Fair winds: The economic cycle

Despite the institutional decline in Hungary and Poland, the Fidesz and PiS governments have enjoyed an economic upswing. The global economic cycle has peaked and is slowing but has not crashed, cruising at a growth rate of 3.6% of GDP in 2018, while aggregate growth in the EU was 2%. Hungary and Poland perform above these averages, with both posting growth rates of 5%.

These rates are not synthetic, nor generated solely by EU funds and hot money: they are spread across all sectors of both economies, indicating that the macroeconomic fundamentals are robust.

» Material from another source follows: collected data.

/**
 * Tolerances and measurement uncertainties: a percentage (`5%`), an IEC 60062 tolerance letter
 * (`F G J K M`), a plain fraction below one (`0.05`), or for uncertainty an absolute value in the
 * measurement's unit (`0.5m`). Relative results are fractions (0.05 for 5%).
 */
import type { Uncertainty } from "../record/types.js";
import { parseValue, type ExpectedUnit } from "./parse-value.js";
import type { ValueNotation } from "./notation-tables.js";

/** IEC 60062 symmetric tolerance letters as fractions (IEC 60062:2016, clause 5). */
export const TOLERANCE_LETTER_FRACTIONS: Readonly<Record<string, number>> = {
  F: 0.01,
  G: 0.02,
  J: 0.05,
  K: 0.1,
  M: 0.2,
};

/** A relative tolerance as a fraction, or why it could not be read. */
export type ToleranceResult =
  { ok: true; value: number } | { ok: false; code: "bad-tolerance"; message: string };

/** A measurement uncertainty, or why it could not be read. */
export type UncertaintyResult =
  { ok: true; value: Uncertainty } | { ok: false; code: "bad-uncertainty"; message: string };

const PERCENT_PATTERN = /^([+-]?\d*\.?\d+(?:[eE][+-]?\d+)?)\s*%$/;
const TOLERANCE_HINT = "write a percentage such as 5%, or a tolerance letter F, G, J, K or M";

/** The fraction a percentage text stands for, or null when the text is not a percentage. */
function percentFraction(text: string): number | null {
  const m = PERCENT_PATTERN.exec(text.trim().replace(/^±/, ""));
  return m === null ? null : Number(m[1]) / 100;
}

/** Reads a tolerance (`10%`, `K`, `0.1`, `±5%`) as a fraction in [0, 1). */
export function parseTolerance(input: string | number): ToleranceResult {
  let fraction: number | null = null;
  if (typeof input === "number") {
    fraction = input;
  } else if (typeof input === "string") {
    const text = input.trim();
    const letter = TOLERANCE_LETTER_FRACTIONS[text];
    if (letter !== undefined) fraction = letter;
    else fraction = percentFraction(text) ?? (/^\d*\.?\d+$/.test(text) ? Number(text) : null);
  }
  if (fraction === null || !Number.isFinite(fraction)) {
    return {
      ok: false,
      code: "bad-tolerance",
      message: `cannot read tolerance ${JSON.stringify(input)}; ${TOLERANCE_HINT}`,
    };
  }
  if (fraction < 0 || fraction >= 1) {
    const hint =
      typeof input === "number" && input >= 1
        ? ` (a plain number is a fraction; for ${input} percent write ${input}%)`
        : "";
    return {
      ok: false,
      code: "bad-tolerance",
      message: `a tolerance must be at least 0 and below 100%${hint}`,
    };
  }
  return { ok: true, value: fraction };
}

/** Reads an uncertainty: relative (`2%`) or absolute in the measurement's unit (`0.5m`). */
export function parseUncertainty(
  input: string | number,
  unit: ExpectedUnit,
  notation: ValueNotation = "record",
): UncertaintyResult {
  if (typeof input === "string") {
    const fraction = percentFraction(input);
    if (fraction !== null) {
      if (!Number.isFinite(fraction) || fraction < 0) {
        return {
          ok: false,
          code: "bad-uncertainty",
          message: "a relative uncertainty must be a percentage of at least 0",
        };
      }
      return { ok: true, value: { relative: fraction } };
    }
  }
  const read = parseValue(input, { unit, notation });
  if (!read.ok)
    return {
      ok: false,
      code: "bad-uncertainty",
      message: `cannot read uncertainty: ${read.message}`,
    };
  if (read.value < 0)
    return { ok: false, code: "bad-uncertainty", message: "an uncertainty must be at least 0" };
  return { ok: true, value: { absolute: read.value } };
}

/**
 * The shortest percentage text that reads back to exactly this fraction, so that a written
 * record reads back equal; null when no percentage text does (then write the fraction).
 */
export function percentText(fraction: number): string | null {
  for (let digits = 1; digits <= 17; digits++) {
    const text = `${Number((fraction * 100).toPrecision(digits))}%`;
    if (percentFraction(text) === fraction) return text;
  }
  return null;
}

Other key indicators bear this out: budget balance, current account balance and household debt levels, for example, are all within sustainable limits. In such circumstances, foreign investors are prepared to tolerate higher levels of risk, including political. Yet the cycle is perpetuated by investor confidence, and should this disappear, it might not return in the same volume. 

A delicate balancing act

Hungary and Poland are unique case studies in that their respective political economies cannot be placed in the same category as the usual suspects of the “new authoritarian” world. Institutional decline has occurred, but it has been creeping, mostly remaining just within permissible limits. Risks remain low compared to the 1990s, when the pillars of good governance and the market economy were very much works in progress. There is a far higher degree of institutional predictability for foreign investors in both countries than in much of the rest of CESEE, including Romania, Bulgaria, Croatia, the Western Balkans, Ukraine and Turkey.

Hungary and Poland also demonstrate the importance of micro political risks in determining FDI patterns. Investors are not a passive, unified collective, but a disparate mass of proactive actors with varying interests; they can form strategies to mitigate risks and seize the opportunities that arise out of them. Risk is a rocky landscape to be navigated rather than a storm to be endured. Hungary and Poland continue to offer a wide range of instruments and benefits to this end.

Foreign multinationals and state-favoured actors are thus able to coexist alongside each other, or even enter into mutually beneficial agreements – cynical though they may be. Institutional risks need not matter if a foreign investor sees an opportunity and has conducted the necessary hedging and adopted appropriate risk management strategies.

These considerations highlight how many factors would need to combine to create the kind of perfect storm capable of prompting mass disinvestment from Hungary and Poland, such as that experienced by Turkey. More likely, given the uncertain direction of the EU – what will it look like in 10 years? The question for both countries will be a long-term one and one that does not just involve a calculation at the single country level.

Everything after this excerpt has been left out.